281 WNI masih berada di Iran di tengah konflik
Pemerintah terus memantau kondisi WNI di Iran dan menyiapkan evakuasi di tengah situasi keamanan yang belum stabil
Foto: Awaluddin M
Kementerian Luar Negeri (Kemlu) RI mencatat masih terdapat ratusan warga negara Indonesia (WNI) yang berada di Iran di tengah eskalasi konflik di kawasan Timur Tengah.
Pelaksana Tugas Direktur Perlindungan WNI Kemlu, Heni Hamidah, mengatakan hingga saat ini terdapat 281 WNI yang masih berada di wilayah Iran, termasuk awak buah kapal (ABK) yang bekerja di perairan setempat.
“Saat ini masih tercatat total sekitar 281 orang WNI yang berada di wilayah Iran, 35 orang di antaranya adalah ABK yang berada di kapal-kapal di pesisir Iran,” ujar Pelaksana Tugas Direktur Perlindungan WNI Kemlu, Heni Hamidah dalam jumpa Pers di Kantor Kementerian Luar Negeri Jakarta, Rabu (8/4/2026)
Kemlu memastikan Kedutaan Besar Republik Indonesia (KBRI) di Teheran terus menjalin komunikasi dengan para WNI, baik yang menetap maupun non-residen, guna memantau kondisi mereka di tengah situasi yang masih dinamis.

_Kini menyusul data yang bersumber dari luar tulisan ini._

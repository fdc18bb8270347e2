"""Custom grids: a low-distortion projection or a scaled ground system, defined by its parameters.

Pure module (no Django). A custom grid is a conformal projection of one geographic frame (its
datum and ellipsoid), given by the parameters a surveyor writes on a project's coordinate
statement, and built with PROJ (pyproj) into a :class:`registry.geodesy.grid.GridCRS`, so that
every grid computation (grid coordinates, point scale factor, convergence, elevation and combined
factors, area-of-use warnings) treats it exactly as an EPSG grid. The Django side stores the
definitions (``registry.models.CustomGrid``) and a manager adds them (``registry.services.grids``).

Methods (EPSG Guidance Note 7-2, *Coordinate Conversions and Transformations including Formulas*,
IOGP Publication 373-7-2, method codes in brackets; PROJ operation names after them):

- ``tm``: transverse Mercator (EPSG method 9807; ``+proj=tmerc``) with latitude and longitude of
  origin, scale factor k0 on the central meridian, false easting and northing;
- ``oblique_stereographic``: oblique stereographic, the "double" stereographic (EPSG method 9809;
  ``+proj=sterea``), with the same parameters; k0 is the scale at the origin;
- ``lcc_1sp``: Lambert conic conformal with one standard parallel (EPSG method 9801; ``+proj=lcc``),
  the origin's latitude being the standard parallel where k = k0;
- ``utm_scaled``: a UTM zone whose coordinates are scaled by a factor s about a point P:
  E′ = E_P + s (E − E_P), N′ = N_P + s (N − N_P). That is itself a transverse Mercator with
  k0′ = 0.9996 s, false easting s · 500 000 + (1 − s) E_P and false northing s · N0 + (1 − s) N_P
  (N0 = 0 north, 10 000 000 m south), which is how it is built. A "ground" system uses
  s = 1 / (combined factor at P), so that grid distances near P equal ground distances.

Low-distortion projections (LDPs) and their design: M. L. Dennis, "Ground truth: design and
documentation of low distortion projections for surveying and GIS", *Surveying and Land
Information Science* 76 (2016) [from memory]. The scaled-UTM relation above is elementary algebra
on the UTM formulas (UTM: k0 = 0.9996, false easting 500 000 m, NIMA TM 8358.2).

Units: false easting and northing are given in the grid's own unit (metre, international foot
0.3048 m, or US survey foot 1200/3937 m, the last marked legacy); coordinates are always also
reported in metres.
"""

from __future__ import annotations

import math
from dataclasses import dataclass
from functools import lru_cache

import numpy as np

from registry.geodesy.grid import UNITS, GridCRS

__all__ = [
    "METHODS",
    "CODE_MAX_LENGTH",
    "CustomGridDefinition",
    "CustomGridError",
    "build_custom_grid",
    "proj_definition",
]

#: Methods: key → label shown to the user.
METHODS = {
    "tm": "transverse Mercator",
    "oblique_stereographic": "oblique stereographic",
    "lcc_1sp": "Lambert conic conformal (one standard parallel)",
    "utm_scaled": "UTM zone scaled about a point",
}
CODE_MAX_LENGTH = 32
#: k0 and the UTM scale s are kept within these (a wider value is a typing error, not a design):
#: LDPs use k0 within a few hundred ppm of 1; a ground scale is 1/CF, within ±0.2 % anywhere on Earth.
K0_RANGE = (0.99, 1.01)
SCALE_RANGE = (0.99, 1.01)
#: False easting/northing (metres) kept within ±10 000 km.
FALSE_LIMIT_M = 1.0e7


class CustomGridError(ValueError):
    """A definition that cannot be a grid; ``field`` names the parameter at fault, ``code`` says why."""

    def __init__(self, message: str, *, code: str, field: str | None = None):
        super().__init__(message)
        self.code = code
        self.field = field


@dataclass(frozen=True)
class CustomGridDefinition:
    """The parameters of a custom grid (angles in degrees, false easting/northing in ``unit``)."""

    code: str
    name: str
    frame_epsg: int
    method: str
    area_west_deg: float
    area_south_deg: float
    area_east_deg: float
    area_north_deg: float
    unit: str = "metre"
    lat0_deg: float | None = None
    lon0_deg: float | None = None
    k0: float | None = None
    false_easting: float | None = None
    false_northing: float | None = None
    utm_zone: int | None = None
    utm_south: bool = False
    anchor_lat_deg: float | None = None
    anchor_lon_deg: float | None = None
    scale: float | None = None

    @property
    def method_label(self) -> str:
        return METHODS.get(self.method, self.method)


def _need(defn: CustomGridDefinition, field: str, lo: float, hi: float, what: str) -> float:
    value = getattr(defn, field)
    if value is None:
        raise CustomGridError(f"{what} is needed for a {defn.method_label} grid.", code="required", field=field)
    try:
        v = float(value)
    except (TypeError, ValueError):
        raise CustomGridError(f"{what} must be a number.", code="not_a_number", field=field) from None
    if not math.isfinite(v) or not lo <= v <= hi:
        raise CustomGridError(f"{what} must be between {lo:g} and {hi:g}.", code="out_of_range", field=field)
    return v


def _utm_parameters(defn: CustomGridDefinition) -> tuple[float, float, float, float, float]:
    """(lat0, lon0, k0, FE m, FN m) of the transverse Mercator equal to the scaled UTM zone."""
    import pyproj

    zone = defn.utm_zone
    if zone is None or not 1 <= int(zone) <= 60:
        raise CustomGridError("The UTM zone must be 1–60.", code="out_of_range", field="utm_zone")
    lat_p = _need(defn, "anchor_lat_deg", -80.0, 84.0, "The latitude of the scaling point")
    lon_p = _need(defn, "anchor_lon_deg", -180.0, 180.0, "The longitude of the scaling point")
    s = _need(defn, "scale", *SCALE_RANGE, "The scale factor applied about the point")
    cm = -183.0 + 6.0 * int(zone)
    fn0 = 10_000_000.0 if defn.utm_south else 0.0
    ellps = _ellipsoid_proj(defn.frame_epsg)
    utm = pyproj.Proj(f"+proj=tmerc +lat_0=0 +lon_0={cm} +k=0.9996 +x_0=500000 +y_0={fn0} {ellps} +units=m")
    e_p, n_p = utm(lon_p, lat_p)
    return 0.0, cm, 0.9996 * s, s * 500_000.0 + (1.0 - s) * e_p, s * fn0 + (1.0 - s) * n_p


def _ellipsoid_proj(frame_epsg: int) -> str:
    from registry.geodesy.conversions import ellipsoid_of_epsg

    ell = ellipsoid_of_epsg(int(frame_epsg))
    return f"+a={ell.a_m!r} +rf={1.0 / ell.f!r}" if ell.f else f"+R={ell.a_m!r}"


def projection_parameters(defn: CustomGridDefinition) -> tuple[float, float, float, float, float]:
    """(lat0_deg, lon0_deg, k0, false easting m, false northing m) of the projection."""
    if defn.method not in METHODS:
        raise CustomGridError(
            f"Unknown method {defn.method!r}; one of: {', '.join(METHODS)}.", code="invalid_choice", field="method"
        )
    if defn.unit not in UNITS:
        raise CustomGridError(
            f"Unknown unit {defn.unit!r}; one of: {', '.join(UNITS)}.", code="invalid_choice", field="unit"
        )
    if defn.method == "utm_scaled":
        return _utm_parameters(defn)
    lat_limit = 89.0 if defn.method == "lcc_1sp" else 90.0
    lat0 = _need(defn, "lat0_deg", -lat_limit, lat_limit, "The latitude of origin")
    if defn.method == "lcc_1sp" and abs(lat0) < 1.0:
        raise CustomGridError(
            "A Lambert conic conformal grid needs its standard parallel away from the equator (|φ0| ≥ 1°).",
            code="out_of_range",
            field="lat0_deg",
        )
    lon0 = _need(defn, "lon0_deg", -180.0, 180.0, "The longitude of origin")
    k0 = _need(defn, "k0", *K0_RANGE, "The scale factor at the origin")
    to_m = UNITS[defn.unit][1]
    fe = _need(defn, "false_easting", -FALSE_LIMIT_M / to_m, FALSE_LIMIT_M / to_m, "The false easting") * to_m
    fn = _need(defn, "false_northing", -FALSE_LIMIT_M / to_m, FALSE_LIMIT_M / to_m, "The false northing") * to_m
    return lat0, lon0, k0, fe, fn


def proj_definition(defn: CustomGridDefinition) -> str:
    """The projection as a PROJ string (metres), for display and audit.

    >>> d = CustomGridDefinition(code="T", name="t", frame_epsg=6319, method="tm", area_west_deg=-111.0,
    ...     area_south_deg=45.0, area_east_deg=-110.0, area_north_deg=45.5, lat0_deg=45.0, lon0_deg=-110.6,
    ...     k0=1.00021, false_easting=100000.0, false_northing=50000.0)
    >>> proj_definition(d)
    '+proj=tmerc +lat_0=45 +lon_0=-110.6 +k_0=1.00021 +x_0=100000 +y_0=50000 +a=6378137.0 +rf=298.257222101'
    """
    lat0, lon0, k0, fe, fn = projection_parameters(defn)
    op = {"tm": "tmerc", "utm_scaled": "tmerc", "oblique_stereographic": "sterea", "lcc_1sp": "lcc"}[defn.method]
    extra = f" +lat_1={lat0:.12g}" if op == "lcc" else ""
    return (
        f"+proj={op} +lat_0={lat0:.12g}{extra} +lon_0={lon0:.12g} +k_0={k0:.12g} +x_0={fe:.12g} +y_0={fn:.12g} "
        f"{_ellipsoid_proj(defn.frame_epsg)}"
    )


def _check_area(defn: CustomGridDefinition) -> tuple[float, float, float, float]:
    vals = []
    for field, lo, hi, what in (
        ("area_west_deg", -180.0, 180.0, "The west bound of the area of use"),
        ("area_south_deg", -90.0, 90.0, "The south bound of the area of use"),
        ("area_east_deg", -180.0, 180.0, "The east bound of the area of use"),
        ("area_north_deg", -90.0, 90.0, "The north bound of the area of use"),
    ):
        vals.append(_need(defn, field, lo, hi, what))
    w, s, e, n = vals
    if s >= n:
        raise CustomGridError(
            "The area of use's south bound must be below its north bound.", code="bad_area", field="area_south_deg"
        )
    if w == e:
        raise CustomGridError(
            "The area of use's west and east bounds must differ.", code="bad_area", field="area_west_deg"
        )
    return w, s, e, n


@lru_cache(maxsize=256)
def build_custom_grid(defn: CustomGridDefinition) -> GridCRS:
    """Build the grid with PROJ and check that it works; a :class:`GridCRS` ready for every grid function.

    The check: the projection is built on the frame's datum, the middle of the area of use goes
    forward and back through it to 1 µm, and PROJ's point scale factor there is finite and the
    same in every direction (the grid is conformal).

    Raises
    ------
    CustomGridError
        With ``code`` and ``field``: a parameter missing or out of range, an unknown method or
        unit, a frame that is not a geographic 3D CRS, or a projection PROJ refuses.
    """
    import pyproj
    from pyproj.crs import ProjectedCRS
    from pyproj.crs.coordinate_operation import LambertConformalConic1SPConversion, TransverseMercatorConversion
    from pyproj.crs.coordinate_system import Cartesian2DCS
    from pyproj.crs.enums import Cartesian2DCSAxis

    from registry.geodesy.frames import FrameTransformError, frame_info

    code = (defn.code or "").strip()
    if not code or len(code) > CODE_MAX_LENGTH:
        raise CustomGridError(f"A grid code is 1–{CODE_MAX_LENGTH} characters.", code="invalid_code", field="code")
    try:
        frame = frame_info(int(defn.frame_epsg))
    except (FrameTransformError, TypeError, ValueError) as exc:
        raise CustomGridError(str(exc), code="invalid_frame", field="frame_epsg") from exc
    area = _check_area(defn)
    lat0, lon0, k0, fe, fn = projection_parameters(defn)
    base = pyproj.CRS.from_epsg(frame.epsg).to_2d()
    conv: pyproj.crs.CoordinateOperation | None
    try:
        if defn.method in ("tm", "utm_scaled"):
            conv = TransverseMercatorConversion(
                latitude_natural_origin=lat0,
                longitude_natural_origin=lon0,
                false_easting=fe,
                false_northing=fn,
                scale_factor_natural_origin=k0,
            )
        elif defn.method == "lcc_1sp":
            conv = LambertConformalConic1SPConversion(
                latitude_natural_origin=lat0,
                longitude_natural_origin=lon0,
                false_easting=fe,
                false_northing=fn,
                scale_factor_natural_origin=k0,
            )
        else:
            conv = pyproj.CRS.from_proj4(
                f"+proj=sterea +lat_0={lat0!r} +lon_0={lon0!r} +k={k0!r} +x_0={fe!r} +y_0={fn!r} "
                f"{_ellipsoid_proj(frame.epsg)} +units=m"
            ).coordinate_operation
        axis = {
            "metre": Cartesian2DCSAxis.EASTING_NORTHING,
            "foot": Cartesian2DCSAxis.EASTING_NORTHING_FT,
            "US survey foot": Cartesian2DCSAxis.EASTING_NORTHING_US_FT,
        }[defn.unit]
        crs = ProjectedCRS(
            conversion=conv, geodetic_crs=base, name=defn.name or code, cartesian_cs=Cartesian2DCS(axis=axis)
        )
        fwd = pyproj.Transformer.from_crs(base, crs, always_xy=True, allow_ballpark=False)
        w, s, e, n = area
        mid_lat = (s + n) / 2.0
        mid_lon = (w + e) / 2.0 if w <= e else ((w + e + 360.0) / 2.0 + 180.0) % 360.0 - 180.0
        x, y = fwd.transform(mid_lon, mid_lat, errcheck=True)
        lon_b, lat_b = fwd.transform(x, y, direction="INVERSE", errcheck=True)
        factors = pyproj.Proj(crs).get_factors(mid_lon, mid_lat, errcheck=True)
    except (pyproj.exceptions.ProjError, pyproj.exceptions.CRSError) as exc:
        raise CustomGridError(f"PROJ cannot build this grid: {exc}", code="proj_refused", field="method") from exc
    if not all(math.isfinite(v) for v in (x, y, lon_b, lat_b, factors.meridional_scale, factors.parallel_scale)):
        raise CustomGridError(
            "The middle of the area of use falls outside this projection's domain.", code="proj_refused", field="method"
        )
    back_m = math.hypot((lon_b - mid_lon) * math.cos(math.radians(mid_lat)), lat_b - mid_lat) * 111_320.0
    if back_m > 1e-6 or abs(factors.meridional_scale - factors.parallel_scale) > 1e-9:
        raise CustomGridError(
            "PROJ's round trip through this grid does not close (or the grid is not conformal).",
            code="proj_refused",
            field="method",
        )
    label, to_m, _legacy = UNITS[defn.unit]
    name = defn.name or code
    return GridCRS(
        crs=crs,
        epsg=None,
        name=name,
        unit_to_m=float(np.float64(to_m)),
        code=code,
        area=area,
        area_name=f"stated with the custom grid {code}",
        unit_name=defn.unit,
    )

Di sisi lain, pemerintah juga mencatat terdapat 720 WNI yang tertahan di kawasan Timur Tengah akibat gangguan penerbangan dan saat ini tengah dalam penanganan.
“Saat ini terdapat 720 WNI yang tertahan karena disrupsi penerbangan di berbagai wilayah di Timur Tengah dan sudah dalam penanganan untuk menunggu penerbangan ke tanah air,” kata Heni.
Kemlu menyatakan, perwakilan RI di kawasan juga telah memfasilitasi kepulangan mandiri ribuan WNI dari Timur Tengah.
“Perwakilan RI di Timur Tengah telah memfasilitasi proses repatriasi mandiri WNI sebanyak 2.285 orang, dan jumlah ini di luar dari jumlah WNI jemaah umrah yang dipulangkan,” ujar Heni.
Pemerintah saat ini terus menyiapkan langkah evakuasi lanjutan bagi WNI yang berada di wilayah terdampak konflik, dengan mempertimbangkan aspek keamanan secara menyeluruh.
“KBRI terus mematangkan rencana evakuasi tahap berikutnya dengan melakukan kontak dengan para WNI yang telah menyatakan siap untuk dievakuasi,” kata Heni.